The paper notes there were several limitations with the study. Despite the sample’s range of how often subjects used cannabis, it didn’t include infrequent users, those who smoke medicinally, and nonusers. Subjects were told to get to a level of highness as they would casually at home, meaning that the study didn’t address controlled dosing or very elevated levels of highness. Additionally, effects on vision and cognition were not measured, and no measurements were taken between an hour and 30 minutes to three hours and 30 minutes after smoking. 

Marcotte stated that there will be an additional study looking into the combined effects of alcohol and cannabis on drivers. 

“Quite often, you do not find cannabis alone in impaired drivers on the road. It’s usually a combination of alcohol or some other substance,” Marcotte explained. “We have a new study starting up to look at the combination of alcohol and cannabis, and seeing whether you can be an alcohol level below the legal limit and officially, you’re fine at least in terms of the blood levels. But what happens when you have some THC onboard as well?” 

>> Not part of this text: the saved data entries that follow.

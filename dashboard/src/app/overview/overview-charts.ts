import type { EChartsOption } from 'echarts';

import { QUOTA_COLOUR, RUNNING_COLOUR, SERIES_COLOURS } from '../usage/usage-charts';
import { compact, type BurnDown } from '../usage/usage-series';

const shortDay = (day: string) => `${Number(day.slice(8, 10))} ${['Jan', 'Feb', 'Mar', 'Apr', 'May', 'Jun', 'Jul', 'Aug', 'Sep', 'Oct', 'Nov', 'Dec'][Number(day.slice(5, 7)) - 1]}`;

/** The period's points used so far (solid), at the pace so far to the period's end (dashed), and the quota. */
export function burnDownChart(b: BurnDown, quota: number): EChartsOption {
  const top = Math.max(quota, b.projectedAtEnd, ...b.used.map((v) => v ?? 0)) * 1.08 || 1;
  return {
    animation: false,
    grid: { left: 64, right: 24, top: 24, bottom: 64 },
    tooltip: { trigger: 'axis', valueFormatter: (v) => (typeof v === 'number' ? Math.round(v).toLocaleString('en-GB') : '—') },
    legend: { bottom: 0 },
    xAxis: { type: 'category', data: b.days, axisLabel: { formatter: shortDay, hideOverlap: true } },
    yAxis: { type: 'value', max: top, name: 'Points this period', nameTextStyle: { align: 'left' }, axisLabel: { formatter: compact } },
    series: [
      {
        type: 'line',
        name: 'Used',
        data: b.used,
        showSymbol: false,
        areaStyle: { color: 'rgba(11, 110, 79, 0.12)' },
        lineStyle: { color: RUNNING_COLOUR, width: 2.5 },
        itemStyle: { color: RUNNING_COLOUR },
        markLine: {
          symbol: 'none',
          lineStyle: { color: QUOTA_COLOUR, type: 'dashed', width: 2 },
          label: { formatter: `Quota ${compact(quota)}`, position: 'insideEndTop', color: QUOTA_COLOUR },
          data: [{ yAxis: quota }],
        },
      },
      { type: 'line', name: 'At this pace', data: b.projected, showSymbol: false, lineStyle: { color: SERIES_COLOURS[1], width: 2, type: 'dashed' }, itemStyle: { color: SERIES_COLOURS[1] } },
    ],
  } as EChartsOption;
}

/** Points per day over the last seven days. */
export function weekChart(days: readonly string[], points: readonly number[]): EChartsOption {
  return {
    animation: false,
    grid: { left: 64, right: 16, top: 16, bottom: 32 },
    tooltip: { trigger: 'axis', axisPointer: { type: 'shadow' }, valueFormatter: (v) => (typeof v === 'number' ? v.toLocaleString('en-GB') : '—') },
    xAxis: { type: 'category', data: [...days], axisLabel: { formatter: shortDay } },
    yAxis: { type: 'value', axisLabel: { formatter: compact } },
    series: [{ type: 'bar', name: 'Points', data: [...points], itemStyle: { color: SERIES_COLOURS[0] }, barMaxWidth: 36 }],
  } as EChartsOption;
}
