import { DatePipe, DecimalPipe, PercentPipe } from '@angular/common';
import { ChangeDetectionStrategy, Component, PendingTasks, computed, effect, inject, signal, untracked } from '@angular/core';
import { MatButton } from '@angular/material/button';
import { MatIcon } from '@angular/material/icon';
import { MatProgressBar } from '@angular/material/progress-bar';
import { MatProgressSpinner } from '@angular/material/progress-spinner';
import { RouterLink } from '@angular/router';
import { NgxEchartsDirective } from 'ngx-echarts';

import { AuthSession } from '../core/auth-session';
import { graphqlMessage } from '../core/graphql';
import { provideLazyCharts } from '../shared/chart-provider';
import { lastDays } from '../usage/usage-page';
import { burnDown, dayAxis, failingKeys, stackByDay, type KeyHealth } from '../usage/usage-series';
import { OverviewApi, type OverviewData, type RecentJobs } from './overview-api';
import { burnDownChart, weekChart } from './overview-charts';

/** Share of the quota from which the Overview warns. */
export const NEAR_QUOTA = 0.8;

export interface Warning {
  readonly kind: 'quota' | 'pace' | 'failing-key';
  readonly text: string;
  readonly link: string;
  readonly linkText: string;
}

/** What needs attention, from the period's burn-down and the week's usage per key. */
export function warningsFor(data: OverviewData, now: number): Warning[] {
  const out: Warning[] = [];
  const q = data.period.quota;
  const b = burnDown(data.period.buckets, q, now);
  const pct = (f: number) => `${Math.round(f * 100)} %`;
  if (b.usedFraction >= 1) {
    out.push({ kind: 'quota', text: `The quota of this period is used up (${q.pointsUsed.toLocaleString('en-GB')} of ${q.pointsQuota.toLocaleString('en-GB')} points): requests are refused until ${q.periodEnd.slice(0, 10)}.`, link: '/billing', linkText: 'Change plan' });
  } else if (b.usedFraction >= NEAR_QUOTA) {
    out.push({ kind: 'quota', text: `${pct(b.usedFraction)} of this period’s quota is used; ${q.pointsLeft.toLocaleString('en-GB')} points are left.`, link: '/billing', linkText: 'Change plan' });
  }
  if (b.usedFraction < 1 && b.reachesQuotaOn && b.reachesQuotaOn < q.periodEnd.slice(0, 10)) {
    out.push({ kind: 'pace', text: `At this period’s pace the quota runs out on ${b.reachesQuotaOn}, before the period ends.`, link: '/usage', linkText: 'See usage' });
  }
  const names = new Map(data.organisation.keys.map((k) => [k.id, k.name]));
  for (const k of failingKeys(data.week.buckets)) out.push(failingKeyWarning(k, names.get(k.keyId)));
  return out;
}

function failingKeyWarning(k: KeyHealth, name: string | undefined): Warning {
  const who = k.keyId === '' ? 'Requests made without a key' : `Key “${name ?? k.keyId}” (${k.keyId})`;
  return {
    kind: 'failing-key',
    text: `${who}: ${k.errors.toLocaleString('en-GB')} of ${k.requests.toLocaleString('en-GB')} requests failed in the last 7 days (${(k.errorRate * 100).toFixed(1)} %).`,
    link: '/usage',
    linkText: 'See errors',
  };
}

/** The Overview page (DESIGN.md §7): plan and quota burn-down, the last 7 days, recent jobs, warnings. */
@Component({
  selector: 'fw-overview-page',
  imports: [DatePipe, DecimalPipe, PercentPipe, RouterLink, MatButton, MatIcon, MatProgressBar, MatProgressSpinner, NgxEchartsDirective],
  providers: [provideLazyCharts()],
  templateUrl: './overview-page.html',
  styleUrl: './overview-page.scss',
  changeDetection: ChangeDetectionStrategy.OnPush,
})
export class OverviewPage {
  private readonly session = inject(AuthSession);
  private readonly api = inject(OverviewApi);
  private readonly pendingTasks = inject(PendingTasks);

  protected readonly loading = signal(true);
  protected readonly error = signal('');
  protected readonly data = signal<OverviewData | null>(null);
  protected readonly jobs = signal<RecentJobs | null>(null);
  protected readonly jobsError = signal('');
  protected readonly now = signal(Date.now());

  protected readonly quota = computed(() => this.data()?.period.quota ?? null);
  protected readonly burnDown = computed(() => {
    const d = this.data();
    return d ? burnDown(d.period.buckets, d.period.quota, this.now()) : null;
  });
  protected readonly burnDownOptions = computed(() => {
    const b = this.burnDown();
    const q = this.quota();
    return b && q ? burnDownChart(b, q.pointsQuota) : {};
  });
  protected readonly weekDays = computed(() => {
    const r = lastDays(7, this.now());
    return dayAxis(r.from, r.to);
  });
  protected readonly weekPoints = computed(() => stackByDay(this.data()?.week.buckets ?? [], this.weekDays(), 'points').totals);
  protected readonly weekTotal = computed(() => this.weekPoints().reduce((a, b) => a + b, 0));
  protected readonly weekOptions = computed(() => weekChart(this.weekDays(), this.weekPoints()));
  protected readonly warnings = computed(() => {
    const d = this.data();
    return d ? warningsFor(d, this.now()) : [];
  });

  constructor() {
    effect(() => {
      const organisationId = this.session.organisationId();
      untracked(() => void this.load(organisationId));
    });
  }

  /** An operator may be signed in without any organisation of their own. */
  protected readonly noOrganisation = computed(() => !this.session.organisationId());
  protected readonly isOperator = computed(() => this.session.isOperator());

  protected async load(organisationId = this.session.organisationId()): Promise<void> {
    if (!organisationId) {
      this.loading.set(false);
      return;
    }
    const done = this.pendingTasks.add();
    this.loading.set(true);
    this.error.set('');
    this.now.set(Date.now());
    const week = lastDays(7, this.now());
    const overview = this.api.overview(organisationId, week).then(
      (d) => this.data.set(d),
      (e) => this.error.set(graphqlMessage(e, 'The overview could not be loaded. Please try again.')),
    );
    const jobs = this.api.recentJobs(organisationId).then(
      (j) => {
        this.jobs.set(j);
        this.jobsError.set('');
      },
      (e) => this.jobsError.set(graphqlMessage(e, 'Recent jobs could not be loaded.')),
    );
    await Promise.all([overview, jobs]);
    this.loading.set(false);
    done();
  }

  protected planName(plan: string): string {
    return plan.charAt(0).toUpperCase() + plan.slice(1);
  }
}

In the future, the paper notes that research should look into different factors relating to driving behavior such as biological differences, personal experience with cannabis, and cannabis intake methods. 

In terms of biological differences, Marcotte noted that there may be genetic, metabolic, or sex-based differences in how people process THC, but there have been few studies investigating this. 

Fitzgerald elaborated that they’re interested in studying other methods of ingesting cannabis, such as oral routes like gummies and edibles in addition to highly concentrated forms like vapes and concentrated butane hash oil (also known as dabs). However, he and Marcotte noted that studying vapes and dabs would be difficult on a federal level. 

 “We cannot touch those products because they are federally illegal, but as you know vaping, dabbing gives you a concentrated THC, and there are many edibles that have yet to be investigated,” Marcotte clarified.